_DATA EXTRACTS:_
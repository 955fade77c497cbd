import { readFileSync } from "node:fs";
import tailwindcss from "@tailwindcss/vite";
import react from "@vitejs/plugin-react";
import { loadEnv, type Plugin } from "vite";
import { compression } from "vite-plugin-compression2";
import { defineConfig } from "vitest/config";

/** Where `npm run dev` finds the server: the environment, else .env, else the server's own default. */
const apiPort = loadEnv("development", import.meta.dirname, "PORT").PORT ?? "5180";

/** What zod brings and no page asks for, about 7 kB compressed on the first load: the writers of JSON Schema, and its own words of
 *  complaint (shared/schemas/z.ts has all of ours). */
const withoutUnusedZod: Plugin = {
  name: "without-unused-zod",
  apply: "build",
  load(id) {
    if (/zod[\\/]v4[\\/]locales[\\/]en\.js$/.test(id)) return "export default () => ({});";
    if (!/zod[\\/]v4[\\/]core[\\/](to-json-schema|json-schema-processors)\.js$/.test(id)) return null;
    const names = readFileSync(id, "utf8").matchAll(/^export (?:const|function) (\w+)/gm);
    const stubs = Array.from(names, ([, name]) => `export const ${name} = () => undefined;`);
    return [...stubs, "export const process = () => undefined;"].join("\n");
  },
};

/** Files that the entry itself brings. */
const fromTheFirst =
  /\/(rolldown-runtime|react|queries|z|leaves|chunk|controls|preload-helper|formula|coerce|view|solver|parts)-/;

/** Modules of src/lib and src/components that nearly every page is made of. */
const parts = [
  "api|chemistry|classes|failure|format|glossaryTitles|metals|pages|planWords|plans|potential|queries|scaleChoice|title|units|useRested",
  "preferences|session|Button|Caution|ComponentName|FieldFrame|Formula|FormulaText|Help|MetalLine|NumberField|Quantity|Select|Slider|TextField",
  "choice|status|text|useLate|whenOpened",
];

export default defineConfig({
  plugins: [
    react(),
    tailwindcss(),
    withoutUnusedZod,
    // The server sends the .br and .gz files that are made here.
    compression({ algorithms: ["gzip", "brotliCompress"], include: /\.(html|css|js|svg|json|ttf)$/ }),
  ],
  build: {
    outDir: "dist/client",
    emptyOutDir: true,
    // A part that comes late names the files it needs, to have them fetched at once; those that the page has from the first need no naming,
    // and the names were 3 kB compressed of the first load.
    modulePreload: {
      resolveDependencies: (_file, deps, { hostType }) =>
        hostType === "html" ? deps : deps.filter((dep) => !fromTheFirst.test(dep)),
    },
    rolldownOptions: {
      output: {
        codeSplitting: {
          groups: [
            // A group takes what its modules import along with it: without a place of its own React would go with Plotly,
            // and every page would fetch both.
            { name: "react", test: /node_modules[\\/](react|react-dom|scheduler)[\\/]/, priority: 2 },
            // The app loads Plotly with import(); named so that the size check and the browser tests can point at it.
            { name: "plotly", test: /node_modules[\\/](plotly\.js|react-plotly\.js)/, priority: 1 },
            // What only the map needs comes in one piece; Plotly follows when the map stands.
            {
              name: "map",
              test: /src[\\/]map[\\/](geometry[\\/]|names[\\/]|svg[\\/]|traces[\\/]|(boxes|content|cursor|figure|handle|LimitHover|Over|speciesText|texts|paintTrials|Touch|TrialsLayer|Under|WindowMap)\.)|shared[\\/]drawing[\\/](boundaries|labels|lit)\./,
              includeDependenciesRecursively: false,
              priority: 1,
            },
            // What nearly every page is made of: one file compresses better than twenty small ones.
            {
              name: "parts",
              test: new RegExp(`src[\\\\/](lib|components)[\\\\/](${parts.join("|")})\\.|shared[\\\\/]words[\\\\/]`),
              includeDependenciesRecursively: false,
              priority: 1,
            },
            // Small modules of the core that ask for none of it: solver and parts both build on them.
            {
              name: "leaves",
              test: /shared[\\/](constants|units|species[\\/](inProse|parts|sulfur|typeset)|hazards[\\/](gases|words)|schemas[\\/](chemistry|member|problem))\./,
              includeDependenciesRecursively: false,
              priority: 1,
            },
            // What every opened plan needs and other pages share, in two pieces by what they are about.
            {
              name: "tried",
              test: /shared[\\/](entry[\\/](interval|measure|quantities|readEntry)|metallurgy[\\/](dissolvedMetal|molarMass|account[\\/](liquor|words))|plan[\\/]totals|trials[\\/](comparable|judge|ligandTotal|spread|tally))\.|src[\\/]lib[\\/](judgedTrials|tallyWords|trials)\./,
              includeDependenciesRecursively: false,
              priority: 1,
            },
            {
              name: "asked",
              test: /shared[\\/](activity[\\/]freeAcid|drawing[\\/]hatches|hazards[\\/]presetCautions|practice[\\/]box|reach[\\/]reach|schemas[\\/](circuit|plan))\.|src[\\/](components[\\/](AcidAmount|SourceLink)|lib[\\/](presetLigands|sources)|map[\\/](cursorStore|metalStyle|trialMarks|trialStore|trust|typeSize|useSize|zoom))\.|workspace[\\/](answers[\\/]Reaction|asks[\\/]context|model[\\/]edit)\./,
              includeDependenciesRecursively: false,
              priority: 1,
            },
            // Sliders and rows of choices, the controls a page shows at once. Menus, lists, popovers and dialogs come when they are opened,
            // and bring what they need.
            {
              name: "controls",
              test: /@radix-ui[\\/](primitive|react-(primitive|context|compose-refs|slot|collection|direction|id|roving-focus|presence|slider|toggle|toggle-group|tabs|use-[a-z-]+))[\\/]/,
              priority: 1,
            },
            // The solver and what it says: asked for together wherever a plan is solved, on the page and in its worker.
            {
              name: "solver",
              test: /node_modules[\\/]robust-predicates|shared[\\/](analysis|solve|warnings|fields[\\/]|geometry[\\/]|gibbs[\\/]|hazards[\\/](?!gases|words|presetCautions)|planes[\\/]|selection[\\/]|setpoint[\\/]|windows[\\/]|reach[\\/](reagents|oxidants|reductants|liquors|verdict|equilibrium)|plan[\\/]toProblem|activity[\\/](davies|debyeHuckel)|species[\\/](library|checkSpecies|reaction|tables)\.|reactions[\\/](atTemperature|balance|wholeNumbers|redoxReagents|elements|names))/,
              includeDependenciesRecursively: false,
              priority: 1,
            },
            { name: "queries", test: /node_modules[\\/]@tanstack[\\/](query-core|react-query)[\\/]/, priority: 1 },
          ],
        },
      },
    },
    chunkSizeWarningLimit: 1600,
  },
  server: { proxy: { "/api": `http://127.0.0.1:${apiPort}` } },
  test: {
    projects: [
      // A timeout ends what hangs, and is no word on speed: beside other work a test may take ten times as long.
      {
        extends: true,
        test: {
          name: "core",
          environment: "node",
          include: ["tests/{core,golden,properties,cases}/**/*.test.ts"],
          testTimeout: 120_000,
          // Pure functions: nothing to keep apart.
          isolate: false,
        },
      },
      {
        extends: true,
        test: {
          name: "server",
          environment: "node",
          include: ["tests/server/**/*.test.ts"],
          testTimeout: 120_000,
          hookTimeout: 60_000,
          // Every test has an application and a database of its own; the modules may be loaded once a worker.
          isolate: false,
        },
      },
      {
        extends: true,
        test: {
          name: "client",
          environment: "jsdom",
          include: ["tests/client/**/*.test.{ts,tsx}"],
          setupFiles: ["tests/client/setup.ts"],
          testTimeout: 60_000,
          // Modules and the browser that is none are made once a worker; what a test drew, or kept there, is gone after it.
          isolate: false,
        },
      },
      {
        extends: true,
        test: {
          name: "e2e",
          environment: "node",
          include: ["tests/e2e/**/*.test.ts"],
          globalSetup: ["tests/support/builtApp.ts"],
          // Two files at a time, each with an application of its own: one waits for its screen while the other is drawn.
          maxWorkers: 2,
          // What the tests compare with, solver and chemistry, is loaded once a worker.
          isolate: false,
          testTimeout: 240_000,
          hookTimeout: 60_000,
          // A screen follows at once where nothing else runs; beside other work it may take a while.
          expect: { poll: { timeout: 15_000 } },
        },
      },
    ],
  },
});
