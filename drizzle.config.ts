import { defineConfig } from "drizzle-kit";

export default defineConfig({
  dialect: "sqlite",
  schema: "./server/features/*/schema.ts",
  out: "./drizzle",
});
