import { useState } from "react";
import type { CampaignRow } from "../../../../shared/schemas/campaign";
import type { TrialRow } from "../../../../shared/schemas/trial";
import { useCreateCampaign } from "../../../lib/campaigns";
import { useCreateTrial } from "../../../lib/trials";
import type { TrialValues } from "../model/trialValues";
import type { MadeTrials } from "./Planned";

type NewCampaign = Parameters<ReturnType<typeof useCreateCampaign>["mutateAsync"]>[0];

/** Plans trial after trial in a campaign, a new one first made. Where one is refused the ones before it stay planned (`done` says how
 *  many), and the next start goes on with the rest. */
export function usePlanning(onMade: (made: MadeTrials) => void) {
  const createCampaign = useCreateCampaign();
  const createTrial = useCreateTrial();
  const [made, setMade] = useState<{ campaign: CampaignRow | null; trials: readonly TrialRow[] }>({
    campaign: null,
    trials: [],
  });
  const [state, setState] = useState<{ busy: boolean; error: unknown; progress: string | null }>({
    busy: false,
    error: null,
    progress: null,
  });

  async function run(campaign: CampaignRow | NewCampaign, values: readonly TrialValues[]) {
    let madeCampaign = made.campaign;
    const trials = [...made.trials];
    try {
      if (!("id" in campaign) && madeCampaign === null) madeCampaign = await createCampaign.mutateAsync(campaign);
      const home = "id" in campaign ? campaign : madeCampaign!;
      for (const one of values) {
        setState({ busy: true, error: null, progress: `planning ${one.code}` });
        trials.push(await createTrial.mutateAsync({ ...one, campaignId: home.id }));
      }
      onMade({ campaign: home, madeCampaign, trials });
    } catch (error) {
      setMade({ campaign: madeCampaign, trials });
      setState({ busy: false, error, progress: null });
    }
  }

  return {
    ...state,
    /** how many stand already */
    done: made.trials.length,
    start: (campaign: CampaignRow | NewCampaign, values: readonly TrialValues[]) => {
      setState({ busy: true, error: null, progress: null });
      void run(campaign, values);
    },
  };
}
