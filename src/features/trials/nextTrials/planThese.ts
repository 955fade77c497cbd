import { referencePotential } from "../../../../shared/electrodes/convert";
import type { ElectrodeSeries } from "../../../../shared/electrodes/series";
import { numberIn } from "../../../../shared/entry/measure";
import type { CampaignRow, CampaignStage } from "../../../../shared/schemas/campaign";
import type { TrialRow } from "../../../../shared/schemas/trial";
import type { OrpReading, Planned } from "../../../../shared/schemas/trialRecord";
import type { TrialListRow } from "../../../../shared/schemas/trialRows";
import type { SolvedRevision } from "../../../lib/solvedRevision";
import { plannedFromPlan } from "../model/fromPlan";
import { isBlank, type TrialValues } from "../model/trialValues";
import { emptyTrial, kindOf, nextCode } from "../plan/newTrial";

/** The conditions all of them share; pH and potential are each trial's own. */
export const sharedConditions = ["temperature", "tenor", "freeAcid", "solids", "p80", "duration"] as const;
export type SharedCondition = (typeof sharedConditions)[number];
export type Conditions = Omit<Planned, "pH" | "orp">;

export interface Prefilled {
  conditions: Conditions;
  /** where each filled one comes from; what is blank has no entry */
  from: Partial<Record<SharedCondition | "ligands" | "cementingMetal", string>>;
}

/** What can be filled in beforehand: temperature, tenor and ligand totals as the plan has them; acid, solids, grind, duration and
 *  cementing metal as in the campaign's last trial of the stage. */
export function prefilled(
  values: TrialValues,
  plan: SolvedRevision,
  stage: CampaignStage,
  last: Pick<TrialRow, "code" | "planned"> | null,
): Prefilled {
  const { pH: _, orp: __, ...ofPlan } = plannedFromPlan(values, plan, 0, stage, null);
  const conditions: Conditions = { ...ofPlan };
  const from: Prefilled["from"] = {};
  for (const key of ["temperature", "tenor"] as const) if (!isBlank(conditions[key])) from[key] = "the plan";
  if (conditions.ligands.length > 0) from.ligands = "the plan";
  if (last === null) return { conditions, from };
  for (const key of sharedConditions)
    if (isBlank(conditions[key]) && !isBlank(last.planned[key])) {
      conditions[key] = last.planned[key];
      from[key] = last.code;
    }
  if (last.planned.cementingMetal !== null) {
    conditions.cementingMetal = last.planned.cementingMetal;
    from.cementingMetal = last.code;
  }
  return { conditions, from };
}

/** A potential as the bench will read it; null where the electrode's own potential is not known at its temperature.
 *  @param Eh  V vs SHE     @param electrodeC  blank: the electrode stands in the liquor     @param liquorC  planned, C */
export function orpAgainst(
  Eh: number,
  electrode: string,
  electrodeC: string,
  liquorC: number,
  electrodes: readonly ElectrodeSeries[],
): OrpReading | null {
  const electrodeTemperature = { text: electrode === "SHE" ? "" : electrodeC, unit: "C" };
  const reading = (volts: number): OrpReading => ({
    value: { text: String(Math.round(volts * 1000)), unit: "mV" },
    electrode,
    electrodeTemperature,
  });
  if (electrode === "SHE") return reading(Eh);
  const series = electrodes.find(({ id }) => id === electrode);
  const offset = series && referencePotential(series, numberIn(electrodeTemperature, "temperature") ?? liquorC);
  return offset?.ok ? reading(Eh - offset.value.E) : null;
}

export interface ToPlan {
  campaign: Pick<CampaignRow, "code">;
  stage: CampaignStage;
  feedId: string;
  /** every code the campaign ever gave */
  codes: readonly string[];
  before: readonly Pick<TrialListRow, "stage" | "kind">[];
  inputs: SolvedRevision["inputs"];
  conditions: Conditions;
  proposals: readonly { pH: number; reason: string; orp: OrpReading }[];
}

/** One planned trial a proposal, coded on from the campaign's last; the reason stands in its notes. */
export function trialsToPlan({ campaign, stage, feedId, before, inputs, conditions, proposals, ...rest }: ToPlan) {
  const codes = [...rest.codes];
  return proposals.map(({ pH, reason, orp }): TrialValues => {
    const code = nextCode(campaign, codes);
    codes.push(code);
    const empty = emptyTrial({ feedId, code, kind: kindOf(stage, before, inputs), stage: stage.code });
    return {
      ...empty,
      notes: `Proposed. ${reason}`,
      planned: { ...conditions, pH: { text: pH.toFixed(2), unit: "pH" }, orp },
    };
  });
}
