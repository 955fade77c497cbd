import reactHooks from "eslint-plugin-react-hooks";
import tseslint from "typescript-eslint";

/** Imports run one way: a file under `folder` may not name a module matching `regex`. */
const forbid = (folder, regex, message) => ({
  files: [`${folder}/**/*.{ts,tsx}`],
  rules: { "no-restricted-imports": ["error", { patterns: [{ regex, message }] }] },
});

export default tseslint.config(
  { ignores: ["dist/", "data/", "coverage/", "node_modules/", "test-results/", "drizzle/"] },
  tseslint.configs.recommendedTypeChecked,
  {
    languageOptions: { parserOptions: { project: "./tsconfig.json", tsconfigRootDir: import.meta.dirname } },
    rules: {
      "@typescript-eslint/consistent-type-imports": "error",
      "@typescript-eslint/no-explicit-any": "error",
      "@typescript-eslint/switch-exhaustiveness-check": ["error", { considerDefaultExhaustiveForUnions: true }],
      "@typescript-eslint/no-unused-vars": ["error", { argsIgnorePattern: "^_", varsIgnorePattern: "^_" }],
      "@typescript-eslint/restrict-template-expressions": ["error", { allowNumber: true, allowBoolean: true }],
      eqeqeq: "error",
      "no-console": "error",
    },
  },
  { files: ["src/**/*.{ts,tsx}"], ...reactHooks.configs.flat["recommended-latest"] },
  { files: ["server/tools/**", "tests/bench/**", "tests/tools/**"], rules: { "no-console": "off" } },
  // A response's body is `any` there, and goes straight into expect().
  { files: ["tests/server/**", "tests/support/**"], rules: { "@typescript-eslint/no-unsafe-assignment": "off" } },
  { files: ["**/*.{js,mjs,cjs}"], ...tseslint.configs.disableTypeChecked },
  forbid(
    "shared",
    "^node:|/(src|server)/|^(react|express|drizzle-orm|better-sqlite3|plotly)",
    "shared/ is pure: numbers and text in, values out",
  ),
  forbid("src", "^node:|/server/", "src/ reaches the server through the API and shared/schemas"),
  {
    files: ["{shared,src,server}/**/*.{ts,tsx}"],
    ignores: ["shared/schemas/z.ts"],
    rules: {
      "@typescript-eslint/no-restricted-imports": [
        "error",
        {
          paths: [
            {
              name: "zod",
              allowTypeImports: true,
              message: "take z from shared/schemas/z: it complains in plain words",
            },
          ],
        },
      ],
    },
  },
  forbid("server", "/src/|^react", "server/ knows shared/, never the client"),
);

_YOUR INSTRUCTIONS:_ Go through the records and copy each line with "stubs" in it.

_ANSWER SPACE:_
    const stubs = Array.from(names, ([, name]) => `export const ${name} = () => undefined;`);
    return [...stubs, "export const process = () => undefined;"].join("\n");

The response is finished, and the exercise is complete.